About the Team: Are you eager to elevate your career to new heights?
Join us for an exhilarating opportunity to pioneer our groundbreaking digital bank project, where boundless possibilities await!
We're thrilled to extend an invitation for you to join our vibrant team of visionaries, innovators, and trailblazers.
As a Security Governance & Assurance Lead of our digital bank project, we're not just offering a job; we're presenting an opportunity to be part of something extraordinary.
You'll collaborate closely with some of the sharpest minds in the industry, operating within a supportive and collaborative environment that fosters creativity and exploration.
Your next thrilling adventure awaits with our digital bank project.
Join us in shaping the future, today!
About the Role: Responsible for advising internal stakeholders on cyber risk universe, including but not limited to Confidentiality, Integrity, Availability risk dimensions.
Implement Key Control Indicators (KCIs) to actively monitor and track non-compliance in cyber security areas.
Escalate and track to closure identified non-compliances.
What You'll Do: Develop and maintain relevant cyber resilience standards, guidelines and procedures to meet regulatory and corporate compliance requirements.
Continuously monitor, track and ensure closure of technology and cyber security events, requests and submissions from generated tools, systems and users.
Conduct regular effectiveness testing of technology controls.
Track identified gaps and ensure that remediation meet internal compliance requirements or industry best practices.
Communicate regularly with business users and other lines of defense (within the enterprise risk framework) to better understand latest cyber compliance requirements.

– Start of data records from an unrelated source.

type fileExperiment struct {
	Key                  *string      `toml:"key"`
	ExposureEvent        *string      `toml:"exposure_event"`
	Control              *string      `toml:"control"`
	Arms                 []string     `toml:"arms"`
	Split                []float64    `toml:"split"`
	Start                any          `toml:"start"`
	End                  any          `toml:"end"`
	MultiArm             *string      `toml:"multi_arm"`
	Maturity             *string      `toml:"maturity"`
	Alpha                *float64     `toml:"alpha"`
	Alternative          *string      `toml:"alternative"`
	Adjust               *string      `toml:"adjust"`
	Interval             *string      `toml:"interval"`
	DifferenceInterval   *string      `toml:"difference_interval"`
	NonInferiorityMethod *string      `toml:"non_inferiority_method"`
	MinCount             *int64       `toml:"min_count"`
	SampleRatioThreshold *float64     `toml:"sample_ratio_threshold"`
	Segments             []string     `toml:"segments"`
	Metric               []fileMetric `toml:"metric"`
}

type fileMetric struct {
	Name   *string  `toml:"name"`
	Events []string `toml:"events"`
	Window *string  `toml:"window"`
	Role   *string  `toml:"role"`
	Better *string  `toml:"better"`
	Margin *string  `toml:"margin"`
	Target any      `toml:"target"`
	Column *string  `toml:"column"`
}

// specKeys lists every key of a spec file (array indices left out) with
// the kind of value it wants, for error messages and for the test that
// checks that each is documented.
var specKeys = map[string]string{
	"input":                             "a table",
	"input.paths":                       "a list of strings",
	"input.shape":                       "a string",
	"input.delimiter":                   "a string",
	"input.max_bad_rows":                "an integer",
	"input.max_bad_share":               "a number",
	"input.partition_columns":           "a list of strings",
	"columns":                           "a table",
	"columns.user":                      "a string",
	"columns.ts":                        "a string",
	"columns.event":                     "a string",
	"columns.experiment":                "a string",
	"columns.arm":                       "a string",
	"columns.epoch_unit":                "a string",
	"columns.segments":                  "a list of strings",
	"columns.metric":                    "a string",
	"columns.units":                     "a string",
	"columns.conversions":               "a string",
	"columns.immature":                  "a string",
	"output":                            "a table",
	"output.markdown":                   "a string",
	"output.json":                       "a string",
	"output.audit":                      "a string",
	"output.fail_on_sample_ratio":       "true or false",
	"experiment":                        "an array of tables ([[experiment]])",
	"experiment.key":                    "a string",
	"experiment.exposure_event":         "a string",
	"experiment.control":                "a string",
	"experiment.arms":                   "a list of strings",
	"experiment.split":                  "a list of numbers",
	"experiment.start":                  "a date, a date-time or a string",
	"experiment.end":                    "a date, a date-time or a string",
	"experiment.multi_arm":              "a string",
	"experiment.maturity":               "a string",
	"experiment.alpha":                  "a number",
	"experiment.alternative":            "a string",
	"experiment.adjust":                 "a string",
	"experiment.interval":               "a string",
	"experiment.difference_interval":    "a string",
	"experiment.non_inferiority_method": "a string",
	"experiment.min_count":              "an integer",
	"experiment.sample_ratio_threshold": "a number",
	"experiment.segments":               "a list of strings",
	"experiment.metric":                 "an array of tables ([[experiment.metric]])",
	"experiment.metric.name":            "a string",
	"experiment.metric.events":          "a list of strings",
	"experiment.metric.window":          "a string",
	"experiment.metric.role":            "a string",
	"experiment.metric.better":          "a string",
	"experiment.metric.margin":          "a string",
	"experiment.metric.target":          "a number or a string",
	"experiment.metric.column":          "a string",
}

// documentedKeys returns the keys of a spec file, sorted: the entries of
// specKeys that name a key (not an element or a value form).
func documentedKeys() []string {
	var out []string
	for k := range specKeys {
		if !strings.ContainsAny(k, "[(") {
			out = append(out, k)
		}
	}
	sort.Strings(out)
	return out
}

// Input shapes (input.shape).
const (
	shapeEvents = "events"
	shapeUnits  = "units"
	shapeCounts = "counts"
)

// Metric roles (experiment.metric.role).
const (
	rolePrimary   = "primary"
	roleSecondary = "secondary"
	roleGuardrail = "guardrail"
)

// specError is a problem with a spec file: the file, the line (0 when
// unknown), the column (0 when unknown), the key and what is wrong.
type specError struct {
	File      string
	Line, Col int
	Key       string
	Msg       string
}

func (e *specError) Error() string {
	var b strings.Builder
	b.WriteString(e.File)
	if e.Line > 0 {
		fmt.Fprintf(&b, ":%d", e.Line)
		if e.Col > 0 {
			fmt.Fprintf(&b, ":%d", e.Col)
		}
	}
	b.WriteString(": ")
	if e.Key != "" {
		b.WriteString(e.Key)
		b.WriteString(": ")
	}
	b.WriteString(e.Msg)
	return b.String()
}

// specErrors is several spec errors at once (every unknown key, say).
type specErrors []*specError

func (es specErrors) Error() string {
	lines := make([]string, len(es))
	for i, e := range es {
		lines[i] = e.Error()
	}
	return strings.Join(lines, "\n")
}
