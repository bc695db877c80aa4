package main

import (
	"encoding/json"
	"fmt"
	"io"
	"math"
	"strconv"
	"strings"

	"github.com/spf13/pflag"

	"github.com/armtally/armtally/experiment/stats"
	"github.com/armtally/armtally/report"
)

const planUsage = `Usage: armtally plan --baseline RATE --mde EFFECT [flags]
       armtally plan --baseline RATE --units-per-arm N [flags]
       armtally plan --baseline RATE --mde EFFECT --units-per-arm N [flags]

Sizes a conversion experiment before it starts, for the pooled
two-proportion z test that 'armtally analyze' runs. Every arm gets the
same number of units.

  --mde alone             the units each arm needs to detect the effect
                          with the chosen power
  --units-per-arm alone   the smallest effect that size detects with the
                          chosen power
  both                    the power that size has for that effect

The baseline (--baseline) is the control arm's conversion rate, 0.10 or
10%. The minimum detectable effect (--mde) is the smallest change in the
treatment's rate worth finding:
  2pp         an absolute change of 2 percentage points (10% to 12%)
  15%         a change relative to the baseline (10% to 11.5%)
  -2pp, -15%  a drop. Without a sign the change goes the tested way: up
              for two-sided and greater, down for less.

With several treatment arms or metrics, the (arms - 1) x metrics
comparisons with the control form one family, and each comparison is
planned at a per-comparison alpha (--adjust):
  none                          alpha itself; false positives in the
                                family add up
  bonferroni, holm, hochberg    alpha / comparisons: every comparison with
                                a p-value at most that is rejected by all
                                three, so the plan is conservative for Holm
                                and Hochberg
  bh                            alpha / comparisons, a conservative bound
                                for the false discovery rate
  by                            alpha / (comparisons x (1 + 1/2 + ... +
                                1/comparisons)), the smallest threshold
                                Benjamini-Yekutieli can apply

The method is the normal approximation with the pooled variance under H0
(Fleiss, Levin and Paik). The plan holds only if the experiment is read
once, at the planned size: looking repeatedly and stopping at the first
significant look inflates false positives.

Examples:
  armtally plan --baseline 10% --mde 2pp
  armtally plan --baseline 0.04 --mde 10% --arms 3 --metrics 2 --daily-units 20000
  armtally plan --baseline 10% --units-per-arm 10000 --daily-units 3000
  armtally plan --baseline 10% --mde 1pp --units-per-arm 5000 --alternative greater --json plan.json

Flags:
`

// planFlags holds the values of the plan flags.
type planFlags struct {
	baseline, mde, power string
	unitsPerArm          int64
	alpha                float64
	alternative, adjust  string
	arms, metrics        int
	dailyUnits           float64
	jsonOut              string
}

// Ways a plan is solved.
const (
	solveUnits  = "units_per_arm"
	solveEffect = "detectable_effect"
	solvePower  = "power"
)

// planInput is a checked plan request.
type planInput struct {
	solveFor    string
	baseline    float64
	effect      mde     // when solving for units or power
	unitsPerArm int64   // when solving for the effect or power
	alpha       float64 // the family's alpha
	power       float64 // the target power, when solving for units or the effect
	alt         stats.Alternative
	adjust      stats.AdjustMethod
	arms        int
	metrics     int
	dailyUnits  float64 // 0: not given
}

// mde is a parsed --mde: a change of the treatment's rate from the baseline,
// either in absolute terms (a difference of rates) or relative to the
// baseline.
type mde struct {
	text     string
	value    float64 // 0.02 for 2pp, 0.15 for 15%
	relative bool
	signed   bool // the value was written with + or -
}

// parseMDE parses --mde: an optional sign, a positive number and the unit
// pp (percentage points, absolute) or % (relative to the baseline).
func parseMDE(s string) (mde, error) {
	m := mde{text: s}
	t := strings.TrimSpace(s)
	neg := false
	if t != "" && (t[0] == '+' || t[0] == '-') {
		neg, m.signed = t[0] == '-', true
		t = t[1:]
	}
	switch {
	case strings.HasSuffix(t, "pp"):
		t = strings.TrimSuffix(t, "pp")
	case strings.HasSuffix(t, "%"):
		t, m.relative = strings.TrimSuffix(t, "%"), true
	default:
		return m, usagef("plan: --mde %q: give a unit, pp for percentage points (absolute) or %% for a change relative to the baseline, as in 2pp or 15%%", s)
	}
	t = strings.TrimSpace(t)
	v, err := strconv.ParseFloat(t, 64)
	if err != nil || strings.HasPrefix(t, "+") || strings.HasPrefix(t, "-") || math.IsInf(v, 0) || math.IsNaN(v) {
		return m, usagef("plan: --mde %q: %q is not a number", s, t)
	}
	if v == 0 {
		return m, usagef("plan: --mde %q: a zero effect cannot be detected", s)
	}
	m.value = v / 100
	if neg {
		m.value = -m.value
	}
	return m, nil
}

// treatmentRate returns the treatment rate the effect aims at: baseline
// plus the effect, which goes down under [stats.Less] when unsigned.
func (m mde) treatmentRate(baseline float64, alt stats.Alternative) (float64, error) {
	v := m.value
	if !m.signed && alt == stats.Less {
		v = -v
	}
	if m.signed {
		switch {
		case alt == stats.Greater && v < 0:
			return 0, usagef("plan: --mde %q is a drop, but --alternative greater tests for a rise", m.text)
		case alt == stats.Less && v > 0:
			return 0, usagef("plan: --mde %q is a rise, but --alternative less tests for a drop", m.text)
		}
	}
	p2 := baseline + v
	if m.relative {
		p2 = baseline * (1 + v)
	}
	if !(p2 > 0 && p2 < 1) {
		return 0, usagef("plan: --mde %q: the treatment rate would be %s, want a rate strictly between 0%% and 100%% (baseline %s)",
			m.text, planPct(p2), planPct(baseline))
	}
	return p2, nil
}

func newPlanFlagSet(f *planFlags, stderr io.Writer) *pflag.FlagSet {
	fs := pflag.NewFlagSet("plan", pflag.ContinueOnError)
	fs.SetOutput(stderr)
	fs.SortFlags = false
	fs.StringVar(&f.baseline, "baseline", "", "the control arm's conversion rate, 0.10 or 10% (required)")
	fs.StringVar(&f.mde, "mde", "", "minimum detectable effect: 2pp (absolute, percentage points) or 15% (relative to --baseline), optionally signed")
	fs.Int64Var(&f.unitsPerArm, "units-per-arm", 0, "units in each arm: solve for the detectable effect, or with --mde for the power")
	fs.Float64Var(&f.alpha, "alpha", 0.05, "significance level of the family of comparisons")
	fs.StringVar(&f.power, "power", "0.8", "chance of detecting the effect when it is real, 0.8 or 80%")
	fs.StringVar(&f.alternative, "alternative", "two-sided", "alternative hypothesis: two-sided, greater (treatment higher) or less")
	fs.IntVar(&f.arms, "arms", 2, "number of arms, the control included")
	fs.IntVar(&f.metrics, "metrics", 1, "number of metrics each treatment is compared on")
	fs.StringVar(&f.adjust, "adjust", "holm", "multiple-comparison adjustment the analysis will use: none, bonferroni, holm, hochberg, bh or by")
	fs.Float64Var(&f.dailyUnits, "daily-units", 0, "units entering the experiment per day, all arms together: also print the days needed")
	fs.StringVar(&f.jsonOut, "json", "", "also write the plan as JSON to this file")
	return fs
}

// maxArms and maxMetrics bound --arms and --metrics far beyond any real
// experiment, so that every count below fits easily.
const (
	maxArms    = 1000
	maxMetrics = 1000
)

Plan, control, review, allocate appropriate resources and ensure appropriate and comprehensive coverage of review.
Develop security baselines for the cloud technologies and infrastructure.
Identify key technology and cyber risks to the business operations, evaluate and test controls in place and identify areas for improvement to mitigate technology control issue/risk.

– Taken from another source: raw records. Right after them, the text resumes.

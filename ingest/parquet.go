package ingest

import (
	"encoding/binary"
	"errors"
	"fmt"
	"io"
	"slices"
	"strconv"
	"strings"
	"unsafe"

	"github.com/apache/arrow-go/v18/arrow/memory"
	"github.com/parquet-go/parquet-go"
	"github.com/parquet-go/parquet-go/deprecated"
	"github.com/parquet-go/parquet-go/format"
)

// parquetReader reads one Parquet source with parquet-go: only the mapped
// columns, row group by row group, page by page, keeping one page per column
// in memory. Columns are read in step, one value of each per row.
//
// Mapped columns must be non-repeated leaves: top-level columns, or fields
// of (non-repeated) groups named by a dotted path such as "device.os". Text columns (user,
// event, experiment, arm, segments) may be BYTE_ARRAY (any annotation),
// INT32 or INT64 (written in decimal) or BOOLEAN ("true", "false"). The ts
// column may be INT64 TIMESTAMP (milli, micro, nano; not UTC-adjusted is
// taken as UTC), INT96 (Impala and Spark), INT32 DATE (midnight UTC), a plain
// INT32 or INT64 with Mapping.EpochUnit, or BYTE_ARRAY text for
// ParseTimestamp.
type parquetReader struct {
	file string
	src  *openedSource
	pf   *parquet.File
	p    *plan
	cols []*pqColumn // per logical column; nil for a partition column
	part partitionCols

	rowGroups []parquet.RowGroup
	rg        int   // current row group, or -1 before the first
	rgRows    int64 // rows in the current row group
	rgDone    int64 // rows of the current row group already read
	rowBase   int64 // rows of the file before the current row group
	row       row

	// The bulk path (pqbulk.go), when bulk.
	bulk      bool
	mem       memory.Allocator
	batchSize int
	rgStart   []int64 // rows before each row group
	pl        *pipeline
	plDone    bool
}

// valueKind says how a column's values become text or time.
type valueKind int

const (
	kindBytes     valueKind = iota + 1 // BYTE_ARRAY as text
	kindInt32                          // INT32 in decimal
	kindUint32                         // INT32 annotated unsigned
	kindInt64                          // INT64 in decimal
	kindUint64                         // INT64 annotated unsigned
	kindBool                           // BOOLEAN as true/false
	kindTSText                         // BYTE_ARRAY parsed by ParseTimestamp
	kindTSEpoch64                      // INT64 count of unit nanoseconds
	kindTSEpoch32                      // INT32 count of unit nanoseconds
	kindTSDate                         // INT32 days
	kindTSInt96                        // INT96 Julian day + nanoseconds
)

// pqColumn is the reading state of one mapped column in the current row group.
type pqColumn struct {
	name    string   // physical
	index   int      // leaf column index in the file
	path    []string // path in the schema
	typ     parquet.Type
	kind    valueKind // a text column's kind
	ts      tsDecoder // the ts column's decoder
	maxDef  byte      // the column's maximum definition level
	scratch []byte

	pages parquet.Pages
	page  parquet.Page
	vr    parquet.ValueReader
	buf   []parquet.Value
	pos   int
	n     int
}

// errColumnShort marks a column chunk with fewer values than its row group
// has rows.
var errColumnShort = errors.New("fewer values than rows")

// errPanicked marks an error made from a panic in parquet-go.
var errPanicked = errors.New("parquet-go panicked")
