def _dose_html(dose_fits: pd.DataFrame | None, dose_points: pd.DataFrame | None) -> str:
    if dose_fits is None or not len(dose_fits):
        return "<p>No compound has enough doses for a dose-response fit.</p>"
    figures = ""
    for _, fit in dose_fits[dose_fits["identifiable"]].iterrows():
        same_compound = (dose_points["condition"] == fit["condition"]) | (dose_points["role"] == "negative_control")
        points = dose_points[(dose_points["feature"] == fit["feature"]) & same_compound]
        figures += figure_tag(dose_response_plot(fit, points), f"dose-response {fit['condition']} {fit['feature']}")
    return (
        table_tag(dose_fits[DOSE_COLUMNS])
        + "<p>Curves of the identifiable fits (red; shaded: EC50 interval):</p>"
        + (figures or "<p>None is identifiable.</p>")
    )


def _design_html(design: pd.DataFrame | None) -> str:
    if design is None or not len(design):
        return "<p>Not run.</p>"
    return (
        "<p>Simulated screens on this design, with this screen's variance components for "
        f"{escape(design['feature'].iloc[0])} and a planted effect of {design['effect'].iloc[0]:g} "
        "(model scale) on every treatment. Coverage should be near the nominal level; power is the "
        "share of treatments detected at p &lt; 0.05.</p>" + table_tag(design)
    )


def build_screen_report(results: ScreenResults, settings: dict, provenance: dict) -> str:
    """The self-contained HTML report of the whole screen."""
    effects = results.effects
    hits = effects[effects["hit"]].sort_values("q_value")
    names = sorted(effects["treatment"].unique())
    hit_html = "<p>No hits.</p>" if hits.empty else linked_treatments(table_tag(hits[EFFECT_COLUMNS]), names)
    features = effects["feature"].unique()
    forest = (
        "<p>Every treatment's effect on each feature with its interval, one plot per feature (a treatment's "
        "effects on every feature are on its own page).</p>"
        + folded(
            f"Forest plots of the {len(features)} features",
            "".join(figure_tag(forest_plot(effects, f, settings["ci_level"]), f"forest plot {f}") for f in features),
        )
    )
    sections = [
        ("Summary", _summary_html(results, settings)),
        ("Method", _method_text(settings, provenance)),
        ("Hits", hit_html),
        ("Volcano plot", figure_tag(volcano_plot(effects, settings["hit_q_value"]), "volcano plot")),
        ("Effects with confidence intervals", forest),
        ("Dose-response", _dose_html(results.dose_fits, results.dose_points)),
        ("Cell fate", fate_html(results.fate)),
        ("Effects over time", kinetics_html(results.effects_over_time, results.kinetic_summary, settings)),
        (
            "Cells",
            montage_html(
                results.wells, hits.drop_duplicates("treatment")["treatment"].head(3).tolist(), results.crop_files
            ),
        ),
        ("Batch diagnostics", _batch_html(results)),
        ("Variance components", _components_html(effects)),
        ("Design check", _design_html(results.design)),
        ("Exclusion ledger", _ledger_html(results.ledger)),
        (
            "All effects",
            linked_treatments(table_tag(effects[EFFECT_COLUMNS + ["p_value", "in_fdr_family", "hit", "note"]]), names),
        ),
    ]
    return page("plateloom screen report", sections, provenance)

Collaborate to manage internal cyber risk events raised and corrective risk remediation plan.
Partner with cross-business/ functions teams as needed to identify and evaluate the non-compliance in the bank's digital processes, applications and outsourcing.

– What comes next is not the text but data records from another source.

# --------------------------------------------------------------------------- results
@dataclass(frozen=True)
class Regimen:
    """One proposed regimen with its re-predicted metrics.

    Attributes
    ----------
    label : str
    rate : float or None, mg/h
        Continuous maintenance rate (product).
    loading_dose : float or None, mg
    loading_time : float or None, h
        Duration of the loading dose (0: bolus).
    dose : float or None, mg
        Intermittent dose (product).
    interval : float or None, h
    infusion_time : float or None, h
    predicted : dict of str to float or None, mg/L
        ``plateau``, ``peak``, ``trough``, ``average``, ``auc_24`` (mg h/L),
        and for continuous designs ``highest`` / ``lowest_after_loading``.
    meets_target : bool or None
    flags : tuple of str
    exact : dict of str to float
        The unrounded design values.
    """

    label: str
    rate: float | None = None
    loading_dose: float | None = None
    loading_time: float | None = None
    dose: float | None = None
    interval: float | None = None
    infusion_time: float | None = None
    predicted: dict[str, float | None] = field(default_factory=dict)
    meets_target: bool | None = None
    flags: tuple[str, ...] = ()
    exact: dict[str, float] = field(default_factory=dict)

    def events(self, salt_factor: float = 1.0, horizon: float | None = None) -> list[DoseEvent]:
        """Dose events of the regimen in drug amounts (``S x`` product), for prediction.

        Continuous maintenance starts after the loading dose ends and runs to
        ``horizon``; intermittent doses repeat up to ``horizon``.
        """
        out = []
        t_load = self.loading_time or 0.0
        if self.loading_dose:
            out.append(DoseEvent(0.0, salt_factor * self.loading_dose, t_load))
        if self.rate is not None and horizon is not None:
            start = t_load if self.loading_dose else 0.0
            out.append(DoseEvent(start, salt_factor * self.rate * (horizon - start),
                                 horizon - start))
        if self.dose is not None and self.interval is not None and horizon is not None:
            first = self.interval if self.loading_dose else 0.0
            n = max(math.floor((horizon - first) / self.interval) + 1, 1)
            out.append(DoseEvent(first, salt_factor * self.dose, self.infusion_time or 0.0,
                                 self.interval if n > 1 else None, n))
        return out


@dataclass
class DesignResult:
    """A design or adjustment: estimates, proposed regimens, notes and warnings.

    Attributes
    ----------
    name : str
    method : str
        ``continuous``, ``intermittent``, ``proportional``, ``chiou`` or ``sawchuk_zaske``.
    clearance, volume : float or None
        Parameters used for the proposals (L/h, L).
    estimates : dict of str to float
        Individual estimates from levels (adjustment methods).
    target : dict
        The target as understood (plateau, window, peak and trough limits).
    regimens : list of Regimen
        Proposals, best first.
    notes, warnings : list of str
    salt_factor : float
    """

    name: str
    method: str
    clearance: float | None
    volume: float | None
    regimens: list[Regimen]
    target: dict[str, object] = field(default_factory=dict)
    estimates: dict[str, float] = field(default_factory=dict)
    notes: list[str] = field(default_factory=list)
    warnings: list[str] = field(default_factory=list)
    salt_factor: float = 1.0

    @property
    def best(self) -> Regimen | None:
        """The first proposal."""
        return self.regimens[0] if self.regimens else None

    def to_frame(self):
        """One row per proposed regimen (canonical units in the headers)."""
        import pandas as pd

        rows = []
        for r in self.regimens:
            row = {"label": r.label, "rate [mg/h]": r.rate, "loading_dose [mg]": r.loading_dose,
                   "loading_time [h]": r.loading_time, "dose [mg]": r.dose,
                   "interval [h]": r.interval, "infusion_time [h]": r.infusion_time}
            row.update({f"predicted_{k} [{'mg*h/L' if k == 'auc_24' else 'mg/L'}]": v
                        for k, v in r.predicted.items()})
            row["meets_target"] = r.meets_target
            row["flags"] = " | ".join(r.flags)
            rows.append(row)
        return pd.DataFrame(rows)

    def summary(self) -> str:
        """Plain-text summary in canonical units (reports add the caution)."""
        lines = [f"Design: {self.name} ({self.method})"]
        if self.estimates:
            lines.append(format_table(["estimate", "value"],
                                      [[k, v] for k, v in self.estimates.items()]))
        for r in self.regimens:
            mark = "meets target" if r.meets_target else "FLAG"
            parts = [f"{k}={short(getattr(r, k))}" for k in
                     ("rate", "loading_dose", "loading_time", "dose", "interval",
                      "infusion_time") if getattr(r, k) is not None]
            pred = ", ".join(f"{k} {short(v)}" for k, v in r.predicted.items() if v is not None)
            lines.append(f"- {r.label}: {' '.join(parts)} -> {pred} [{mark}]")
            lines += [f"    flag: {f}" for f in r.flags]
        lines += [f"note: {n}" for n in self.notes]
        lines += [f"warning: {w}" for w in self.warnings]
        return "\n".join(lines)


# --------------------------------------------------------------------------- continuous
def _course(regimen: Regimen, clearance: float, volume: float, salt_factor: float,
            horizon: float, points: int = 2001):
    t = np.linspace(0.0, horizon, points)
    events = regimen.events(salt_factor, horizon)
    start = np.array([e.start for e in events])
    amount = np.array([e.amount for e in events])
    duration = np.array([e.duration for e in events])
    return t, model.concentration(t, start, amount, duration, clearance, volume)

Lead, direct and assist with local information security and cyber security controls/compliance projects implementation, as required.
Establish cyber risk and compliance monitoring responsibilities and capabilities.
Support internal/external technology audits, and ensure timely audit and compliance reporting.
Plan, control, review, allocate appropriate resources and ensure appropriate and comprehensive coverage of review.
Develop security baselines for the cloud technologies and infrastructure.
Identify key technology and cyber risks to the business operations, evaluate and test controls in place and identify areas for improvement to mitigate technology control issue/risk.
Liaise with various level of management in the planning and conducting the security control reviews.
Manage and coordinate cyber related audits or inspections by internal audits, external audits and regulators.
Engage stakeholders to understand, manage and address risk incidents and operation, technology & cyber risks indicators.
Prepare periodic analysis and consolidated reports including security incident reporting to senior management.
What We're Seeking: Preferably with one or more of the related certifications in the areas of Cyber Security/Information Security – CISSP, CEH, CISM, Comptia CYSA+, GIAC GCFA, GCTI, GCIH and GREM or other relevant certifications Familiarity with industry cybersecurity frameworks and standards, such as NIST Cybersecurity Framework, ISO 27001, and CIS Controls, is necessary.
Understand the requirements and best practices outlined by these frameworks and be able to align security programs and practices accordingly.
Familiar with local regulatory requirements such as BNM RMIT, Paynet, PCI-DSS In-depth knowledge and understanding of cybersecurity principles, best practices, and technologies are necessary.
Have expertise in threat intelligence analysis, incident response, vulnerability management, and security operations.
Stay abreast with the latest cyber threats, attack vectors, and mitigation techniques.
Excellent communication and leadership skills are vital.
Able to effectively communicate complex technical concepts to both technical and non-technical stakeholders.
Have the ability to lead and motivate a team, collaborate with cross-functional teams, and provide guidance during security incidents.
Strong analytical skills and the ability to think critically.
Able to analyze and interpret security data, identify patterns, and make informed decisions.
Possess excellent problem-solving skills to address complex security challenges and incidents.
Given the rapidly evolving cybersecurity threat landscape, continuous learning and staying updated with emerging threats and technologies is crucial.
What We Value: Open-mindedness and constructive communication, fostering an environment of mutual support and growth.
Responsibility and ownership, with a strong sense of accountability.
Commitment to teamwork and achieving shared goals.
Customer focus and dedication to delivering results.
A proactive approach to leading change and innovation.